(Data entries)

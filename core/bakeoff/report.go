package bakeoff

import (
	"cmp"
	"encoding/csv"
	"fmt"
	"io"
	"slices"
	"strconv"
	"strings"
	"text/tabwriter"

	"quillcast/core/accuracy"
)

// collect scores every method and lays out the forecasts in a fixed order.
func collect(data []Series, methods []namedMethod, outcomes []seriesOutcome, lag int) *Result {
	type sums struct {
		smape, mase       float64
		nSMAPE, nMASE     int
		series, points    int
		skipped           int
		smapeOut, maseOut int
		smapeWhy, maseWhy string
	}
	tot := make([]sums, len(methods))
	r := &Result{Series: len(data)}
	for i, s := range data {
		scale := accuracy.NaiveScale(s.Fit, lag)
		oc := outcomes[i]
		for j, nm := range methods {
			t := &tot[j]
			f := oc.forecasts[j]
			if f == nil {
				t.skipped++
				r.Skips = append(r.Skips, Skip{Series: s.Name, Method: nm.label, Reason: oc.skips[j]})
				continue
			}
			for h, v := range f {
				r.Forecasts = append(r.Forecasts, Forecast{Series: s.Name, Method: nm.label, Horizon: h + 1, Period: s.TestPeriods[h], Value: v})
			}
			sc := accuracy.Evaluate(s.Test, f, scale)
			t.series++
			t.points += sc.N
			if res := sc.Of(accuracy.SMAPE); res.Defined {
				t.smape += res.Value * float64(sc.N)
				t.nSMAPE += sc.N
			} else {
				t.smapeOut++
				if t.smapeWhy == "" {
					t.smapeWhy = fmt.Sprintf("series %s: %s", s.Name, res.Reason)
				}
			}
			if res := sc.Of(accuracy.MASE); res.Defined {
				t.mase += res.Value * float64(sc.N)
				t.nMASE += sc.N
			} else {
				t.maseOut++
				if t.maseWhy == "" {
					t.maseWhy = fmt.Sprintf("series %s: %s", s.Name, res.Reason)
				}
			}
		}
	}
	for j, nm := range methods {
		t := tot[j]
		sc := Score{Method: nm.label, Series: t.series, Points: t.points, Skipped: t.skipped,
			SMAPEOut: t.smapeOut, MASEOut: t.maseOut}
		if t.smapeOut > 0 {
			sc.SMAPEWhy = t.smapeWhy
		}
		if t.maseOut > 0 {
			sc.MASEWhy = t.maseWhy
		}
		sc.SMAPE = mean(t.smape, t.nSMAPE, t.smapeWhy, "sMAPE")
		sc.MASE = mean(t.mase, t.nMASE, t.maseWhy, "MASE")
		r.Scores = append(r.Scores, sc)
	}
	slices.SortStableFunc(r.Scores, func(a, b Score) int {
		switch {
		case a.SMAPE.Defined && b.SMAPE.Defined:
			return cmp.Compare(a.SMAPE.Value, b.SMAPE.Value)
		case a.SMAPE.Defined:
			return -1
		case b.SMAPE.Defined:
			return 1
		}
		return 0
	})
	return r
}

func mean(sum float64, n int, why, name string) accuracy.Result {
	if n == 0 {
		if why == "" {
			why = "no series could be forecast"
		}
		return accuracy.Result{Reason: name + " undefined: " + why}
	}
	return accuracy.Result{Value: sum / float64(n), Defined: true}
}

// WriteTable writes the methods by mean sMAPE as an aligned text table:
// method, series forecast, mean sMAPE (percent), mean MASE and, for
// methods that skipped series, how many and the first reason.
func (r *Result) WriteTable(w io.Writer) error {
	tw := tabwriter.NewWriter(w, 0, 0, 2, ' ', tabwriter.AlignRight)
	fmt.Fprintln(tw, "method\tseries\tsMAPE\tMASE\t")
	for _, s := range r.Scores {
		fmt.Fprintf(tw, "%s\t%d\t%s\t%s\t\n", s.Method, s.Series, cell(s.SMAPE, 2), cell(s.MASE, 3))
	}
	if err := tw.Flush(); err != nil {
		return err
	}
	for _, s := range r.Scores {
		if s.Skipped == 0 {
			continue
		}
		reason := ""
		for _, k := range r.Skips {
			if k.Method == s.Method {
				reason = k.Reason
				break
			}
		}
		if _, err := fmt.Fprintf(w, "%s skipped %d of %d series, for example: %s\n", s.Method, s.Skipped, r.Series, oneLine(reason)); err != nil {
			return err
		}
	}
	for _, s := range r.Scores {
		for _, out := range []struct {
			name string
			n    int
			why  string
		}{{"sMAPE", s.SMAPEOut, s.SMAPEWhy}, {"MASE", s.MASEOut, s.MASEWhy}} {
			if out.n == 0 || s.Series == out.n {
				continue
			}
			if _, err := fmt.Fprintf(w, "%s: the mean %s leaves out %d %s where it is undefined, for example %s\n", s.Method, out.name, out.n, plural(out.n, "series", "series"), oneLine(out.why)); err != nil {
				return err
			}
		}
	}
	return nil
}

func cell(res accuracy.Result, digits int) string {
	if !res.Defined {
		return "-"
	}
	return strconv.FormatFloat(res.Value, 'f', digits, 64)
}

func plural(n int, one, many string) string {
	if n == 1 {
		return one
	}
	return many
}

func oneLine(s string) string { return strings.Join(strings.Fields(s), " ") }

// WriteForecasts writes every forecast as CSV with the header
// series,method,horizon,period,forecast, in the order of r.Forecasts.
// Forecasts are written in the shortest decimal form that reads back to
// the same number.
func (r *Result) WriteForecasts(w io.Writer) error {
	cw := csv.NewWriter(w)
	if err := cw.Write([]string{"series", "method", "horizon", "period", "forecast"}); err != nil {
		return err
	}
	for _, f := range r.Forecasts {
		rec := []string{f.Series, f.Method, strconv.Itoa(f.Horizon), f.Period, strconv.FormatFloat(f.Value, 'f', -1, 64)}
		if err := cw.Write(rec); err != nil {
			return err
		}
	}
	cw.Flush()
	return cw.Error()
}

_YOUR ASSIGNMENT_.
Set the entries above down once more, exactly as they stand.

_RESPONSE_.
filename core/bakeoff/report.go
package bakeoff

import (
	"cmp"
	"encoding/csv"
	"fmt"
	"io"
	"slices"
	"strconv"
	"strings"
	"text/tabwriter"

	"quillcast/core/accuracy"
)

// collect scores every method and lays out the forecasts in a fixed order.
func collect(data []Series, methods []namedMethod, outcomes []seriesOutcome, lag int) *Result {
	type sums struct {
		smape, mase       float64
		nSMAPE, nMASE     int
		series, points    int
		skipped           int
		smapeOut, maseOut int
		smapeWhy, maseWhy string
	}
	tot := make([]sums, len(methods))
	r := &Result{Series: len(data)}
	for i, s := range data {
		scale := accuracy.NaiveScale(s.Fit, lag)
		oc := outcomes[i]
		for j, nm := range methods {
			t := &tot[j]
			f := oc.forecasts[j]
			if f == nil {
				t.skipped++
				r.Skips = append(r.Skips, Skip{Series: s.Name, Method: nm.label, Reason: oc.skips[j]})
				continue
			}
			for h, v := range f {
				r.Forecasts = append(r.Forecasts, Forecast{Series: s.Name, Method: nm.label, Horizon: h + 1, Period: s.TestPeriods[h], Value: v})
			}
			sc := accuracy.Evaluate(s.Test, f, scale)
			t.series++
			t.points += sc.N
			if res := sc.Of(accuracy.SMAPE); res.Defined {
				t.smape += res.Value * float64(sc.N)
				t.nSMAPE += sc.N
			} else {
				t.smapeOut++
				if t.smapeWhy == "" {
					t.smapeWhy = fmt.Sprintf("series %s: %s", s.Name, res.Reason)
				}
			}
			if res := sc.Of(accuracy.MASE); res.Defined {
				t.mase += res.Value * float64(sc.N)
				t.nMASE += sc.N
			} else {
				t.maseOut++
				if t.maseWhy == "" {
					t.maseWhy = fmt.Sprintf("series %s: %s", s.Name, res.Reason)
				}
			}
		}
	}
	for j, nm := range methods {
		t := tot[j]
		sc := Score{Method: nm.label, Series: t.series, Points: t.points, Skipped: t.skipped,
			SMAPEOut: t.smapeOut, MASEOut: t.maseOut}
		if t.smapeOut > 0 {
			sc.SMAPEWhy = t.smapeWhy
		}
		if t.maseOut > 0 {
			sc.MASEWhy = t.maseWhy
		}
		sc.SMAPE = mean(t.smape, t.nSMAPE, t.smapeWhy, "sMAPE")
		sc.MASE = mean(t.mase, t.nMASE, t.maseWhy, "MASE")
		r.Scores = append(r.Scores, sc)
	}
	slices.SortStableFunc(r.Scores, func(a, b Score) int {
		switch {
		case a.SMAPE.Defined && b.SMAPE.Defined:
			return cmp.Compare(a.SMAPE.Value, b.SMAPE.Value)
		case a.SMAPE.Defined:
			return -1
		case b.SMAPE.Defined:
			return 1
		}
		return 0
	})
	return r
}

func mean(sum float64, n int, why, name string) accuracy.Result {
	if n == 0 {
		if why == "" {
			why = "no series could be forecast"
		}
		return accuracy.Result{Reason: name + " undefined: " + why}
	}
	return accuracy.Result{Value: sum / float64(n), Defined: true}
}

// WriteTable writes the methods by mean sMAPE as an aligned text table:
// method, series forecast, mean sMAPE (percent), mean MASE and, for
// methods that skipped series, how many and the first reason.
func (r *Result) WriteTable(w io.Writer) error {
	tw := tabwriter.NewWriter(w, 0, 0, 2, ' ', tabwriter.AlignRight)
	fmt.Fprintln(tw, "method\tseries\tsMAPE\tMASE\t")
	for _, s := range r.Scores {
		fmt.Fprintf(tw, "%s\t%d\t%s\t%s\t\n", s.Method, s.Series, cell(s.SMAPE, 2), cell(s.MASE, 3))
	}
	if err := tw.Flush(); err != nil {
		return err
	}
	for _, s := range r.Scores {
		if s.Skipped == 0 {
			continue
		}
		reason := ""
		for _, k := range r.Skips {
			if k.Method == s.Method {
				reason = k.Reason
				break
			}
		}
		if _, err := fmt.Fprintf(w, "%s skipped %d of %d series, for example: %s\n", s.Method, s.Skipped, r.Series, oneLine(reason)); err != nil {
			return err
		}
	}
	for _, s := range r.Scores {
		for _, out := range []struct {
			name string
			n    int
			why  string
		}{{"sMAPE", s.SMAPEOut, s.SMAPEWhy}, {"MASE", s.MASEOut, s.MASEWhy}} {
			if out.n == 0 || s.Series == out.n {
				continue
			}
			if _, err := fmt.Fprintf(w, "%s: the mean %s leaves out %d %s where it is undefined, for example %s\n", s.Method, out.name, out.n, plural(out.n, "series", "series"), oneLine(out.why)); err != nil {
				return err
			}
		}
	}
	return nil
}

func cell(res accuracy.Result, digits int) string {
	if !res.Defined {
		return "-"
	}
	return strconv.FormatFloat(res.Value, 'f', digits, 64)
}

func plural(n int, one, many string) string {
	if n == 1 {
		return one
	}
	return many
}

func oneLine(s string) string { return strings.Join(strings.Fields(s), " ") }

// WriteForecasts writes every forecast as CSV with the header
// series,method,horizon,period,forecast, in the order of r.Forecasts.
// Forecasts are written in the shortest decimal form that reads back to
// the same number.
func (r *Result) WriteForecasts(w io.Writer) error {
	cw := csv.NewWriter(w)
	if err := cw.Write([]string{"series", "method", "horizon", "period", "forecast"}); err != nil {
		return err
	}
	for _, f := range r.Forecasts {
		rec := []string{f.Series, f.Method, strconv.Itoa(f.Horizon), f.Period, strconv.FormatFloat(f.Value, 'f', -1, 64)}
		if err := cw.Write(rec); err != nil {
			return err
		}
	}
	cw.Flush()
	return cw.Error()
}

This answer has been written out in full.